SRK has considered only an open pit extraction method for mining the mineralized vein material at the Elk Project. If the property is confirmed as a viable open pit, then access from the pit to underground workings should be integrated into the pit design. There will be an optimum level for the open pit below which an underground operation will be more economic, and this level should be studied further as part of a pre-feasibility study and allowed for in the pit design. Underground mining considered as an extension to the project could be attractive, because access from the pit could be relatively quick and inexpensive, and the processing plant and infrastructure would already be built and operating.

It is assumed that the mine will use conventional drill and blast mining methods and mid-sized mining equipment such as 120 t excavators and 100 t trucks for mining most of the waste. The operation will work two eleven hour shifts seven days per week and will be carried out by a mining contractor.

When mining is close to the mineralized veins, flitches will be reduced in height to 2.5 m, and the excavators, assisted by bulldozers will clean off the hanging wall waste working from the top and bottom of the flitch. Cleaning the hanging wall waste immediately adjacent to the vein and then digging the vein will be carried out only on day shift .The contractor nominated a fleet of smaller equipment for vein mining (30-50 t excavators and matching trucks), although it may be found that a larger excavator will be better because of its superior horizontal reach. Such an excavator might work vein during dayshift and move to waste, with more trucks, at night.

Based on previous experience at this property, it is believed that the vein material will not require blasting, but the costs allow for mechanical rock breaking and limited drilling and blasting if required. Blasting is simple to carry out, but may cause losses of vein, and possibly disproportionately large losses of gold in fines, so will be avoided if possible. The way the vein peels away from the hanging and foot walls will also influence the success of the selective mining .The mine policy will always be to include waste in the plant feed rather than to lose gold.

The vein material will be mined irregularly and only on day shift. It will be stockpiled as necessary, and reclaimed when pit output is inadequate for the needs of the processing plant.

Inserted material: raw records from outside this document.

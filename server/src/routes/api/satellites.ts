/**
 * Satellites and element sets in the console (docs/console-api.md "Satellites and element sets").
 * Parsing, storage and the current set live in services/satellites.ts (S2); here: roles, bodies,
 * multipart files and the audit trail.
 */
import multer from 'multer';
import type { Request } from 'express';
import { z } from 'zod';
import type { AppContext } from '../../context.ts';
import { readMultipart } from '../../http/input-guards.ts';
import { HttpError, withUploadLimits } from '../../http/problem.ts';
import { orgAuth } from '../../http/roles.ts';
import { parseBody, parseQuery } from '../../http/validate.ts';
import { ElementSetRecord, type Satellite } from '../../models/index.ts';
import { changesOf, recordAudit } from '../../services/audit.ts';
import { parsedOf } from '../../services/orbit-cache.ts';
import { EXPORT_FORMATS, getSatelliteService, unprocessable, type ElementFormat, type UploadResult } from '../../services/satellites.ts';
import { param } from './params.ts';
import { ApiRoutes } from './routes.ts';

/** Upload limits for multipart element-set files. */
export const UPLOAD_MAX_FILE_BYTES = 2 * 1024 * 1024;
export const UPLOAD_MAX_FILES = 20;

const FORMAT = z.enum(EXPORT_FORMATS as [ElementFormat, ...ElementFormat[]]);
const CreateBody = z.object({
  name: z.string().trim().min(1, { message: 'Enter a name.' }).max(200),
  description: z.string().max(5000).optional(),
  elements: z.string().max(2_000_000).optional(),
  format: FORMAT.optional(),
});
const UpdateBody = z
  .object({ name: z.string().trim().min(1).max(200).optional(), description: z.string().max(5000).optional() })
  .refine((b) => b.name !== undefined || b.description !== undefined, { message: 'Send a name or a description to change.' });
const UploadBody = z
  .object({ text: z.string().max(2_000_000).optional(), format: FORMAT.optional(), kepler: z.record(z.string(), z.unknown()).optional() })
  .refine((b) => b.text !== undefined || b.kepler !== undefined, { message: 'Send element sets as text, as kepler elements, or as files.' });
const ExportQuery = z.object({ format: FORMAT.default('tle') });

const upload = readMultipart(
  multer({ storage: multer.memoryStorage(), limits: { fileSize: UPLOAD_MAX_FILE_BYTES, files: UPLOAD_MAX_FILES, fields: 10 } }).any(),
  (err) => withUploadLimits(err, { fileBytes: UPLOAD_MAX_FILE_BYTES, files: UPLOAD_MAX_FILES }),
);

function uploadedFiles(req: Request): Array<{ name: string; text: string }> {
  const files = (req.files as Express.Multer.File[] | undefined) ?? [];
  return files
    .filter((f) => f.fieldname === 'files[]' || f.fieldname === 'files' || f.fieldname === 'file')
    .map((f) => ({ name: f.originalname || 'upload', text: f.buffer.toString('utf8') }));
}

export function satelliteRoutes(ctx: AppContext): ApiRoutes {
  const r = new ApiRoutes();
  const sats = getSatelliteService(ctx);

  async function views(satellites: Satellite[]) {
    const now = new Date();
    const currentIds = satellites.map((s) => s.currentElementSetId).filter((v): v is string => !!v);
    const records = currentIds.length ? await ElementSetRecord.findAll({ where: { id: currentIds }, attributes: ['uploadedByUserId', 'uploadedByKeyId'] }) : [];
    const uploaders = await sats.uploaderNames(records);
    return Promise.all(satellites.map((s) => sats.view(s, now, uploaders)));
  }

  async function auditUpload(auth: ReturnType<typeof orgAuth>, satellite: Satellite, result: UploadResult, how: string) {
    if (result.accepted === 0) return;
    await recordAudit(ctx, {
      organizationId: auth.organization.id,
      actorUserId: auth.user.id,
      action: 'element-set.upload',
      targetType: 'satellite',
      targetId: satellite.id,
      detail: { satellite: satellite.name, how, accepted: result.accepted, rejected: result.rejected, elementSetIds: result.created.slice(0, 20).map((c) => c.id) },
    });
  }

  r.get('/orgs/:org/satellites', 'satellites.read', async (_req, res) => {
    const list = await sats.listSatellites(orgAuth(res).organization.id);
    res.json({ satellites: await views(list) });
  });

  r.post('/orgs/:org/satellites', 'satellites.write', async (req, res) => {
    const auth = orgAuth(res);
    const body = parseBody(CreateBody, req);
    const { satellite, upload: result } = await sats.createSatellite(
      auth.organization.id,
      { name: body.name, description: body.description, elementsText: body.elements, format: body.format },
      { userId: auth.user.id },
    );
    await recordAudit(ctx, { organizationId: auth.organization.id, actorUserId: auth.user.id, action: 'satellite.create', targetType: 'satellite', targetId: satellite.id, detail: { name: satellite.name } });
    if (result) await auditUpload(auth, satellite, result, 'text');
    await satellite.reload();
    const [view] = await views([satellite]);
    res.status(201).json({ satellite: view, ...(result ? { report: result.report, accepted: result.accepted, rejected: result.rejected } : {}) });
  });

  r.get('/orgs/:org/satellites/:id', 'satellites.read', async (req, res) => {
    const satellite = await sats.getSatellite(orgAuth(res).organization.id, param(req, 'id'));
    const [view] = await views([satellite]);
    res.json({ satellite: view, current: view?.current ?? null, derived: view?.derived ?? null });
  });

  r.patch('/orgs/:org/satellites/:id', 'satellites.write', async (req, res) => {
    const auth = orgAuth(res);
    const body = parseBody(UpdateBody, req);
    const before = await sats.getSatellite(auth.organization.id, param(req, 'id'));
    const was = { name: before.name, description: before.description };
    const satellite = await sats.updateSatellite(auth.organization.id, before.id, body);
    const changes = changesOf(was, { name: satellite.name, description: satellite.description });
    if (Object.keys(changes).length > 0) {
      await recordAudit(ctx, {
        organizationId: auth.organization.id,
        actorUserId: auth.user.id,
        action: 'satellite.update',
        targetType: 'satellite',
        targetId: satellite.id,
        detail: { name: satellite.name, changes },
      });
    }
    const [view] = await views([satellite]);
    res.json({ satellite: view });
  });

  r.delete('/orgs/:org/satellites/:id', 'satellites.write', async (req, res) => {
    const auth = orgAuth(res);
    const satellite = await sats.getSatellite(auth.organization.id, param(req, 'id'));
    await sats.deleteSatellite(auth.organization.id, satellite.id);
    await recordAudit(ctx, { organizationId: auth.organization.id, actorUserId: auth.user.id, action: 'satellite.delete', targetType: 'satellite', targetId: satellite.id, detail: { name: satellite.name } });
    res.status(204).end();
  });

  r.get('/orgs/:org/satellites/:id/element-sets', 'satellites.read', async (req, res) => {
    const satellite = await sats.getSatellite(orgAuth(res).organization.id, param(req, 'id'));
    const records = await sats.listElementSets(satellite.id);
    const uploaders = await sats.uploaderNames(records);
    const now = new Date();
    // With the figures the history chart draws: apogee and perigee altitude (km), mean motion (rev/day).
    res.json({
      elementSets: records.map((rec) => {
        const es = parsedOf(rec);
        const d = sats.derived(es, now);
        return {
          ...sats.summary(rec, es, now, uploaders),
          meanMotionRevPerDay: es.meanMotionRevPerDay,
          apogeeAltKm: Math.round(d.apogeeAltKm * 1000) / 1000,
          perigeeAltKm: Math.round(d.perigeeAltKm * 1000) / 1000,
        };
      }),
    });
  });

  r.post('/orgs/:org/satellites/:id/element-sets', 'element-sets.write', upload, async (req, res) => {
    const auth = orgAuth(res);
    const satellite = await sats.getSatellite(auth.organization.id, param(req, 'id'));
    let result: UploadResult;
    let how: string;
    if (req.is('multipart/form-data')) {
      const files = uploadedFiles(req);
      const text = typeof req.body?.text === 'string' && req.body.text.trim() ? (req.body.text as string) : undefined;
      if (files.length === 0 && !text) {
        throw new HttpError('validation-failed', 'Attach one or more element-set files in the files[] field.', { errors: [{ where: 'files[]', field: 'files', message: 'no file attached' }] });
      }
      result = await sats.addElementSets(satellite, { files, text }, { userId: auth.user.id });
      how = files.length ? `files: ${files.map((f) => f.name).join(', ')}`.slice(0, 300) : 'text';
    } else {
      const body = parseBody(UploadBody, req);
      result = await sats.addElementSets(satellite, { text: body.text, format: body.format, kepler: body.kepler }, { userId: auth.user.id });
      how = body.kepler !== undefined ? 'kepler' : 'text';
    }
    await auditUpload(auth, satellite, result, how);
    if (result.accepted === 0) throw unprocessable(result.report);
    const now = new Date();
    const uploaders = await sats.uploaderNames(result.created);
    res.status(201).json({
      report: result.report,
      accepted: result.accepted,
      rejected: result.rejected,
      elementSets: result.created.map((rec) => sats.summary(rec, parsedOf(rec), now, uploaders)),
    });
  });

  r.post('/orgs/:org/element-sets/:esId/confirm', 'element-sets.confirm', async (req, res) => {
    const auth = orgAuth(res);
    const record = await sats.confirmElementSet(auth.organization.id, param(req, 'esId'), auth.user.id);
    await recordAudit(ctx, {
      organizationId: auth.organization.id,
      actorUserId: auth.user.id,
      action: 'element-set.confirm',
      targetType: 'satellite',
      targetId: record.satelliteId,
      detail: { elementSetId: record.id, epoch: parsedOf(record).epochIso, continuity: record.continuityClass },
    });
    const uploaders = await sats.uploaderNames([record]);
    res.json({ elementSet: sats.summary(record, parsedOf(record), new Date(), uploaders) });
  });

  r.get('/orgs/:org/element-sets/:esId/export', 'satellites.read', async (req, res) => {
    const { format } = parseQuery(ExportQuery, req);
    const record = await sats.getElementSet(orgAuth(res).organization.id, param(req, 'esId'));
    const out = sats.exportElementSet(record, format);
    // attachment() sets a type from the file extension: set ours after it.
    res.attachment(out.filename);
    res.set('Content-Type', out.contentType);
    res.send(out.text);
  });

  return r;
}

Mining of the footwall will require a dedicated track-mounted drill to stand on the footwall and drill the part bench, or to drill horizontal holes from the flitch below. This drill can also be used for drilling and blasting vein if necessary.

Snowfall would impede selective operations and a shorter operating season of only eight months per year is envisaged. In summary, the vein mining is seen as a low –productivity, high cost activity.

Waste will be hauled to external dumps; dumps will be re-contoured and revegetated.

For the PEA it is assumed that: The processing will involve crushing and grind ng followed by gravity and flotation circuits at a plant production rate of 500 tpd (180 ktpa).

The 25 - 30 tpd of gravity and flotation concentrates will be treated on site by regrinding and then cyanide leaching.

Overall, metallurgical recovery of gold is estimated to be 92%. Tailings disposal will be in two facilities, a small, lined dam for the cyanide process tailings and a larger dam for the flotation tailings. Water will be recirculated from both dams back to the plant, and there will be no positive discharge of water from either dam during operation.